Otik opened his eyes and looked up at Radar. He was crying. Radar tried to heave him off the floor. It was like trying to lift a small car.
“Lars!” he called. “We need to get him out of here. The tools—” He ducked as a bow saw came flying off its hook and twanged against the table.
Lars had a rope in his hand and was attempting to lash the lathe to the wall. The lights inside the container suddenly flickered and went out. Radar felt his heart sink. Not another blackout. Here? In the middle of the ocean? In the middle of the storm of all storms? He could think of nothing worse.
The lights blinked and buzzed back on again. Radar looked up. The birds. He had forgotten about the birds. They still hung from the ceiling, swaying wildly about, palindroming with the sea.
“Lars!”
“What?”
“We’ve got to get him out of here!” he yelled.
With much effort, they managed to half-carry, half-drag Otik out the door.
“Ostavite me,” he kept saying. “Ostavite me, ostavite me.”
Outside, in cargo hold number four, there were no flying projectiles, but the sound was even more hellacious than inside the container. The wail had turned into a full-pitched scream, and Radar could hear the ribs of the ship straining, their fibers pulled and compressed to the breaking point. It was like being in the belly of a dying whale. At the next roll, Radar tripped and fell and immediately found himself soaked. The floor of the hold was covered in seawater. The water quickly slopped away as the roll reached its vertex and then just as quickly came spilling back onto him. The beams, the bulwark, the very superstructure of the ship screeched in protest. From somewhere ahead, what sounded like an essential support cracked, and the cargo hold around him gave what could only be described as a death rattle.
For the first time, Radar saw what was going to happen: This ship is going to sink. I’m going to die on this ship. The idea of his own death did not elicit panic but rather resignation, as if he had known it would end like this the whole time.
“Get him upstairs!” shouted Lars. “There’s a lounge on the lower deck.”

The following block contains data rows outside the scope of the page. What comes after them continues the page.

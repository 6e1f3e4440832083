"""Style profiles: TOML data, validated, with ``extends`` for house variants.

A profile names every choice the number engine and the templates make:
decimals, leading zeros, p thresholds, separators, the minus sign, the CI
form, symbols and wording. Built-in profiles live in ``profiles/``; a house
style is a TOML file that ``extends`` one of them and overrides some keys.
"""

from __future__ import annotations

import tomllib
from dataclasses import dataclass
from functools import lru_cache
from importlib import resources
from pathlib import Path, PurePath
from types import MappingProxyType
from typing import Any, Callable, Mapping

from ..errors import InputError, StyleError

__all__ = ["Style", "load_style", "builtin_styles", "check_style_file"]


# --------------------------------------------------------------------------
# the schema: every key a profile may hold, with its check


def _int(lo: int, hi: int) -> Callable[[Any], str | None]:
    def check(v: Any) -> str | None:
        if isinstance(v, bool) or not isinstance(v, int) or not lo <= v <= hi:
            return f"{v!r} is not allowed; use a whole number from {lo} to {hi}"
        return None

    return check


def _float(lo: float, hi: float) -> Callable[[Any], str | None]:
    def check(v: Any) -> str | None:
        if isinstance(v, bool) or not isinstance(v, (int, float)) or not lo <= v <= hi:
            return f"{v!r} is not allowed; use a number from {lo:g} to {hi:g}"
        return None

    return check


def _one_of(*allowed: Any) -> Callable[[Any], str | None]:
    def check(v: Any) -> str | None:
        if v not in allowed:
            shown = ", ".join(repr(a) for a in allowed)
            return f"{v!r} is not allowed; allowed values: {shown}"
        return None

    return check


MAX_TEXT = 200  # characters in any text value of a style (README, "Limits")


def _long(v: str) -> str | None:
    return f"{v[:40]!r}… is {len(v):,} characters long; a style's texts are at most {MAX_TEXT}" if len(v) > MAX_TEXT else None


def _text(v: Any) -> str | None:
    return _long(v) if isinstance(v, str) else f"{v!r} is not allowed; use a text string"


def _fields(v: str, allowed: tuple[str, ...]) -> str | None:
    """Placeholders of a pattern: only the allowed names, with no format spec or conversion."""
    import string

    shown = " ".join("{" + a + "}" for a in allowed)
    try:
        parts = list(string.Formatter().parse(v))
    except ValueError:
        return f"{v!r} has an unbalanced brace; placeholders: {shown}"
    for _, name, spec, conversion in parts:
        if name is None:
            continue
        if name not in allowed or spec or conversion:
            return f"{v!r}: {{{name}{'!' + conversion if conversion else ''}{':' + spec if spec else ''}}} is not a placeholder; placeholders: {shown}"
    return None


def _markup(v: Any) -> str | None:
    if not isinstance(v, str):
        return f"{v!r} is not allowed; use a text string"
    if _long(v):
        return _long(v)
    from ..styled import StyledText

    try:
        StyledText.from_markup(v)
    except ValueError as exc:
        return f"{v!r} is not valid markup ({exc}); allowed tags: <i>, <sup>, <sub>"
    return None
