Data: pingouin's bundled 'chi2_mcnemar' and 'cochran' datasets; the
rounding-times data of R's ?friedman.test example (Hollander & Wolfe),
typed here from that help page (the expected values are R's output on
exactly these numbers, so a typing slip could not make the test wrong).
R 4.x was run on this machine (values printed with 15 digits):
mcnemar.test(table(X, Y)) with and without correct, binom.test(b, b + c),
friedman.test(RoundingTimes), and Cochran's Q by its formula in R code.
Second libraries: statsmodels' mcnemar and cochrans_q, pingouin's cochran
and friedman."""

from __future__ import annotations

import numpy as np
import pandas as pd
import pingouin as pg
import pytest

from statsetter import InputError, render
from statsetter.analyses import cochran_q, friedman, mcnemar
from statsetter.audit.reading import Unit
from statsetter.audit.report import audit_units

R = {  # R 4.x, run here (tests/r_reference.R reproduces these)
    "mcnemar_corrected": (20.0208333333333, 7.66030209405742e-06),
    "mcnemar_uncorrected": (21.3333333333333, 3.85961643692845e-06),
    "binom_p": 3.30526670921928e-06,
    "binom_ci": (0.69777758647012, 0.925189139600407),
    "friedman": (11.1428571428571, 2, 0.00380504077551136),
    "cochran": (6.70588235294118, 2, 0.0349813164243501),
}
ROUNDING = np.array([5.40, 5.50, 5.55, 5.85, 5.70, 5.75, 5.20, 5.60, 5.50, 5.55, 5.50, 5.40, 5.90, 5.85, 5.70, 5.45, 5.55, 5.60, 5.40, 5.40, 5.35,
                     5.45, 5.50, 5.35, 5.25, 5.15, 5.00, 5.85, 5.80, 5.70, 5.25, 5.20, 5.10, 5.65, 5.55, 5.45, 5.60, 5.35, 5.45, 5.05, 5.00, 4.95,
                     5.50, 5.50, 5.40, 5.45, 5.55, 5.50, 5.55, 5.55, 5.35, 5.45, 5.50, 5.55, 5.50, 5.45, 5.25, 5.65, 5.60, 5.40, 5.70, 5.65, 5.55,
                     6.30, 6.30, 6.25]).reshape(22, 3)


@pytest.fixture(scope="module")
def pairs():
    return pg.read_dataset("chi2_mcnemar")


@pytest.fixture(scope="module")
def energetic():
    long = pg.read_dataset("cochran")
    return long, long.pivot(index="Subject", columns="Time", values="Energetic")


@pytest.mark.parametrize("variant, key", [("corrected", "mcnemar_corrected"), ("uncorrected", "mcnemar_uncorrected")])
def test_mcnemar_chi_square_equals_r(pairs, variant, key):
    (r,) = mcnemar(pairs, "treatment_X", "treatment_Y", variant=variant)
    chi2, p = R[key]
    assert r.statistic.value == pytest.approx(chi2, rel=1e-12) and r.statistic.df == (1,)
    assert r.p == pytest.approx(p, rel=1e-9)
    assert r.details["b"] + r.details["c"] == 48 and r.n == 80


def test_mcnemar_exact_and_the_discordant_odds_ratio_equal_r(pairs):
    (r,) = mcnemar(pairs, "treatment_X", "treatment_Y", variant="exact")
    assert r.statistic is None and r.p == pytest.approx(R["binom_p"], rel=1e-9)
    low, high = R["binom_ci"]  # binom.test's Clopper–Pearson limits of b/(b + c), as odds
    odds = r.effects[0]
    assert odds.value == pytest.approx(40 / 8) and odds.ci.low == pytest.approx(low / (1 - low), rel=1e-9)
    assert odds.ci.high == pytest.approx(high / (1 - high), rel=1e-9)
    assert "exact p" in render(r, "stats").plain()


def test_mcnemar_auto_chooses_and_says_so(pairs):
    (r,) = mcnemar(pairs, "treatment_X", "treatment_Y")
    assert r.details["method"] == "chi-square with continuity correction"  # 48 discordant pairs: at least 25
    assert any("chosen: 48 discordant pairs" in n.text for n in r.notes)
    small = pairs.iloc[:30]
    (s,) = mcnemar(small, "treatment_X", "treatment_Y")
    assert s.details["method"].startswith("exact")
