def round_digits(digits: Digits, decimals: int) -> Digits:
    """Round half up at ``decimals`` places on exact decimal digits: keep
    them, and add one unit in the last place when the first digit dropped is
    5 or more (the remainder is then at least half a unit)."""
    negative, whole, frac = digits
    if len(frac) <= decimals:
        return negative, whole, frac + "0" * (decimals - len(frac))
    keep = frac[:decimals]
    if frac[decimals] < "5":
        return negative, whole, keep
    up = str(int(whole + keep) + 1)
    if not decimals:
        return negative, up, ""
    up = up.rjust(decimals + 1, "0")
    return negative, up[:-decimals], up[-decimals:]


_POW10 = [10.0**k for k in range(16)]  # exact in binary up to 10**22
_FIXED = [f".{k}f" for k in range(16)]


def rounded_digits(value: float, decimals: int) -> Digits:
    """:func:`round_half_up` as digit strings, without building a Decimal.

    Fast path: Python's fixed-point formatting rounds the binary value
    correctly. Half up on the repr can differ from it only when a rounding
    midpoint lies between the binary value and its repr, which are within half
    an ulp of each other; so when ``value * 10**decimals`` is farther from a
    midpoint than its own rounding error plus that half ulp (both below
    ``y * 2**-52``), the two agree. Otherwise, and for large or
    non-finite values, the repr's digits are rounded (:func:`round_digits`).
    tests/test_numbers.py checks the result against Decimal, ties included."""
    if decimals < 16:
        y = abs(value) * _POW10[decimals]
        if y < 1e15:
            frac = y - int(y)
            if abs(frac - 0.5) > y * 4.5e-16:
                text = format(value, _FIXED[decimals])
                if text[0] == "-":
                    whole, _, frac_digits = text[1:].partition(".")
                    return True, whole, frac_digits
                whole, _, frac_digits = text.partition(".")
                return False, whole, frac_digits
    return round_digits(exact_digits(value), decimals)


def _whole_digits(value: float) -> Digits:
    """Digits of a value rounded to a whole number (a count, whole df)."""
    if type(value) is int and -10**15 < value < 10**15:
        return value < 0, str(abs(value)), ""
    if float(value).is_integer() and abs(value) < 1e15:
        return value < 0, str(abs(int(value))), ""
    return rounded_digits(value, 0)
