"""The analysis plan: one TOML file of our own format from the data to every
table and paragraph of a results section.

```toml
title = "Results"
style = "apa7"                         # a built-in name or a style file
[data]
path = "data/survey.csv"               # .csv .xlsx .sav .dta .parquet
missing = [-99]                        # codes meaning missing
labels = { fatigue = "fatigue score" }
levels = { shift = "nominal" }
[[scales]]
name = "fatigue"
items = ["f1", "f2", "f3"]
reverse = ["f3"]
minimum = 1
maximum = 5
alpha = true                           # adds a record "<name>_alpha"
[[analyses]]
id = "fatigue_by_shift"
kind = "anova_oneway"                  # a statsetter.analyses function, or "auto"
outcome = "fatigue"
group = "shift"
[[tables]]
kind = "descriptives"                  # or "results" (analyses = [ids]), "correlations", "regression", "anova" or "multilevel" (analysis = id)
variables = ["age", "fatigue"]
by = "shift"
[outputs]
folder = "out"
docx = "results.docx"
md = "results.md"
[chapter]
path = "chapter.docx"                  # [[id]] markers filled into out
out = "chapter-filled.docx"
```

Every key is checked: a bad key or value is reported with its line and, for
an unknown key or variable, the close matches.
"""

from __future__ import annotations

import difflib
import inspect
import re
import tomllib
from dataclasses import dataclass, field, replace
from pathlib import Path
from typing import TYPE_CHECKING, Any, Callable

from .errors import InputError, RecordError, StyleError
from .records import CorrelationMatrix, Description, Record, Result, name_records, with_table_labels
from .rendering.compose import PLACES, Block, Shown
from .style.profile import PAPERS
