"""The number engine: every printed number goes through here.

Driven only by a :class:`~statsetter.style.profile.Style`:

* round half up on the decimal value the user sees (``2.675 -> 2.68``): the
  float's shortest decimal representation is rounded, not its binary value;
* leading zero by quantity (bounded quantities such as r, p, R² drop it);
* p by the style's decimals and thresholds, never ``p = .000``;
* decision-preserving rounding: a p below alpha never prints as alpha or
  above, and a CI limit never prints as the null value (0, or 1 for ratios)
  unless it is exactly that value; a digit is added instead;
* the style's minus sign, decimal mark and thousands separator (never in df).

Everything returns plain strings; symbols and italics are the templates' job.
"""

from __future__ import annotations

from decimal import ROUND_HALF_UP, Context, Decimal
from functools import lru_cache
from typing import Literal

from .profile import Style

__all__ = ["Numbers", "round_half_up", "numbers_for"]

_CTX = Context(prec=80, rounding=ROUND_HALF_UP)
_QUANTUM = [Decimal(1).scaleb(-k) for k in range(0, 40)]
_MAX_DECIMALS = 30


def round_half_up(value: float, decimals: int) -> Decimal:
    """``value`` rounded half up at ``decimals`` places, from the shortest
    decimal representation of the float (what the user sees)."""
    quantum = _QUANTUM[decimals] if decimals < len(_QUANTUM) else Decimal(1).scaleb(-decimals)
    return Decimal(repr(float(value))).quantize(quantum, context=_CTX)


@lru_cache(maxsize=256)
def _decimal_of(value: float) -> Decimal:
    """The Decimal of a few recurring constants (alpha, the null of a CI)."""
    return Decimal(repr(float(value)))


PValue = tuple[Literal["=", "<", ">"], str]


class Numbers:
    """Formats numbers in one style. Build with :func:`numbers_for` (cached)."""

    def __init__(self, style: Style) -> None:
        self.style = style
        self._decimals = style.decimals
        self._qdec = dict(style.quantity_decimals)
        self._bounded = style.bounded
        self._mark = style.decimal_mark
        self._thousands = style.thousands
        self._group_from = style.group_from
        self._minus = style.minus
        p = style.p
        self._p_decimals: int = p["decimals"]
        self._p_extra_below: float = p.get("extra_digit_below", 0) or 0
        self._p_floor: float = p.get("floor", 0) or 0
        self._p_ceiling: float = p.get("ceiling", 0) or 0
        self._alpha: float = style.wording.get("alpha", 0.05)

    # -- basic ---------------------------------------------------------------

    def decimals_for(self, quantity: str) -> int:
        """The style's decimals for a quantity (``r``, ``d``, ``M`` ...)."""
        if quantity == "p":
            return self._p_decimals
        if quantity == "percent":
            return self._qdec.get("percent", self.style.percent_decimals)
        return self._qdec.get(quantity, self._decimals)

    def is_bounded(self, quantity: str) -> bool:
        return quantity in self._bounded

    def _compose(self, rounded: Decimal, bounded: bool, group: bool) -> str:
        text = format(rounded, "f")
        negative = text.startswith("-")
        if negative:
            text = text[1:]
        whole, _, frac = text.partition(".")
        if group and self._thousands and len(whole) > 3 and int(whole) >= self._group_from:
            head = len(whole) % 3 or 3
            parts = [whole[:head]] + [whole[i : i + 3] for i in range(head, len(whole), 3)]
            whole = self._thousands.join(parts)
        if bounded and whole == "0" and frac:
            whole = ""
        out = f"{whole}{self._mark}{frac}" if frac else whole
        if negative and rounded != 0:
            out = self._minus + out
        return out

    def number(
        self,
        value: float,
        quantity: str = "default",
        decimals: int | None = None,
        *,
        group: bool = True,
        held: int | None = None,
    ) -> str:
        """A number in the style: rounded half up, leading zero by quantity,
        grouped, with the style's minus sign and decimal mark. ``held`` caps
        the decimals at those the value was given with."""
        if decimals is None:
            decimals = self.decimals_for(quantity)
        if held is not None:
            decimals = min(decimals, held)
        return self._compose(round_half_up(value, decimals), quantity in self._bounded, group)

    def integer(self, value: float) -> str:
        """A count, grouped by thousands (``1,256``)."""
        return self._compose(round_half_up(value, 0), False, True)

    def df(self, value: float) -> str:
        """Degrees of freedom: whole numbers as such, others with the style's
        decimals (Welch ``17.78``); never grouped by thousands."""
        if float(value).is_integer():
            return self._compose(round_half_up(value, 0), False, False)
        return self._compose(round_half_up(value, self._decimals), False, False)

    def percent(self, value: float, held: int | None = None) -> str:
        return self.number(value, "percent", held=held)

    # -- p values --------------------------------------------------------------

    def p(self, value: float, alpha: float | None = None, held: int | None = None) -> PValue:
        """(operator, number) for a p value, e.g. ``("=", ".039")`` or
        ``("<", ".001")``. Decision-preserving against ``alpha``."""
        if alpha is None:
            alpha = self._alpha
        floor = self._p_floor
        if floor and value < floor and floor <= alpha:
            return "<", self._compose(Decimal(repr(floor)), True, False)
        ceiling = self._p_ceiling
        if ceiling and value > ceiling:
            return ">", self._compose(Decimal(repr(ceiling)), True, False)
        decimals = self._p_decimals
        if self._p_extra_below and value < self._p_extra_below:
            decimals += 1
        if held is not None:
            decimals = min(decimals, held)
        exact = Decimal(repr(float(value)))  # built once: the decimals it has, and every rounding below
        if held is not None:
            limit = held
        else:
            exponent = exact.as_tuple().exponent
            limit = min(max(-exponent if isinstance(exponent, int) and exponent < 0 else 0, decimals), _MAX_DECIMALS)
        below = value < alpha
        alpha_dec = _decimal_of(alpha)
        while True:
            rounded = exact.quantize(_QUANTUM[decimals], context=_CTX) if decimals < len(_QUANTUM) else round_half_up(value, decimals)
            wrong = (below and rounded >= alpha_dec) or (rounded == 0 and value > 0)
            if not wrong or decimals >= limit:
                break
            decimals += 1
        if rounded == 0:
            # only reachable without a floor (or a held precision): say "<"
            return "<", self._compose(_QUANTUM[decimals], True, False)
        return "=", self._compose(rounded, True, False)

    # -- confidence intervals ------------------------------------------------

    def limit(
        self,
        value: float,
        quantity: str,
        null: float = 0.0,
        decimals: int | None = None,
        held: int | None = None,
    ) -> str:
        """A CI limit that never prints as the null value unless it is it."""
        if decimals is None:
            decimals = self.decimals_for(quantity)
        if held is not None:
            decimals = min(decimals, held)
        null_dec = _decimal_of(null)
        rounded = round_half_up(value, decimals)
        if rounded == null_dec and value != null:
            # round at the first significant digit of the distance from the null
            distance = Decimal(repr(float(value))) - null_dec
            decimals = max(decimals + 1, -distance.adjusted())
            if held is not None:
                decimals = min(decimals, held)
            rounded = round_half_up(value, decimals)
        return self._compose(rounded, quantity in self._bounded, True)

    def interval(
        self,
        low: float,
        high: float,
        quantity: str,
        null: float = 0.0,
        held: tuple[int | None, int | None] = (None, None),
    ) -> tuple[str, str]:
        return (
            self.limit(low, quantity, null, held=held[0]),
            self.limit(high, quantity, null, held=held[1]),
        )


@lru_cache(maxsize=64)
def numbers_for(style: Style) -> Numbers:
    """The (cached) number engine for a style."""
    return Numbers(style)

Radar snapped out of his morose reverie and grabbed Otik’s shoulder. Urged on by adrenaline and the threat of a watery grave, they maneuvered themselves to the opening of the stairwell. Radar would have thought it impossible to go any farther, but somehow they pinballed up the four flights of stairs despite his own handicaps, the immensity of Otik’s mass, and the heave and throes of the boat. Radar’s shoulders were sore from crashing against one wall after another. Yet he had almost grown accustomed to the rhythms of the egregious rolling and pitching. Even if the rules of the world had gone haywire, he sensed a method to this madness. When the boat reached the top of its tilt axis, his body was already readying itself for the release and the counter-tilt.
They slammed against the door to the lounge and then collapsed onto the floor. The lounge was abandoned. The Little Mermaid was playing silently on the television. Radar lay there, panting, watching Sebastian merrily sing and leap about on the screen, when a single idea occurred to him: Ivan. He need to find Ivan. If he was with Ivan, all would be okay.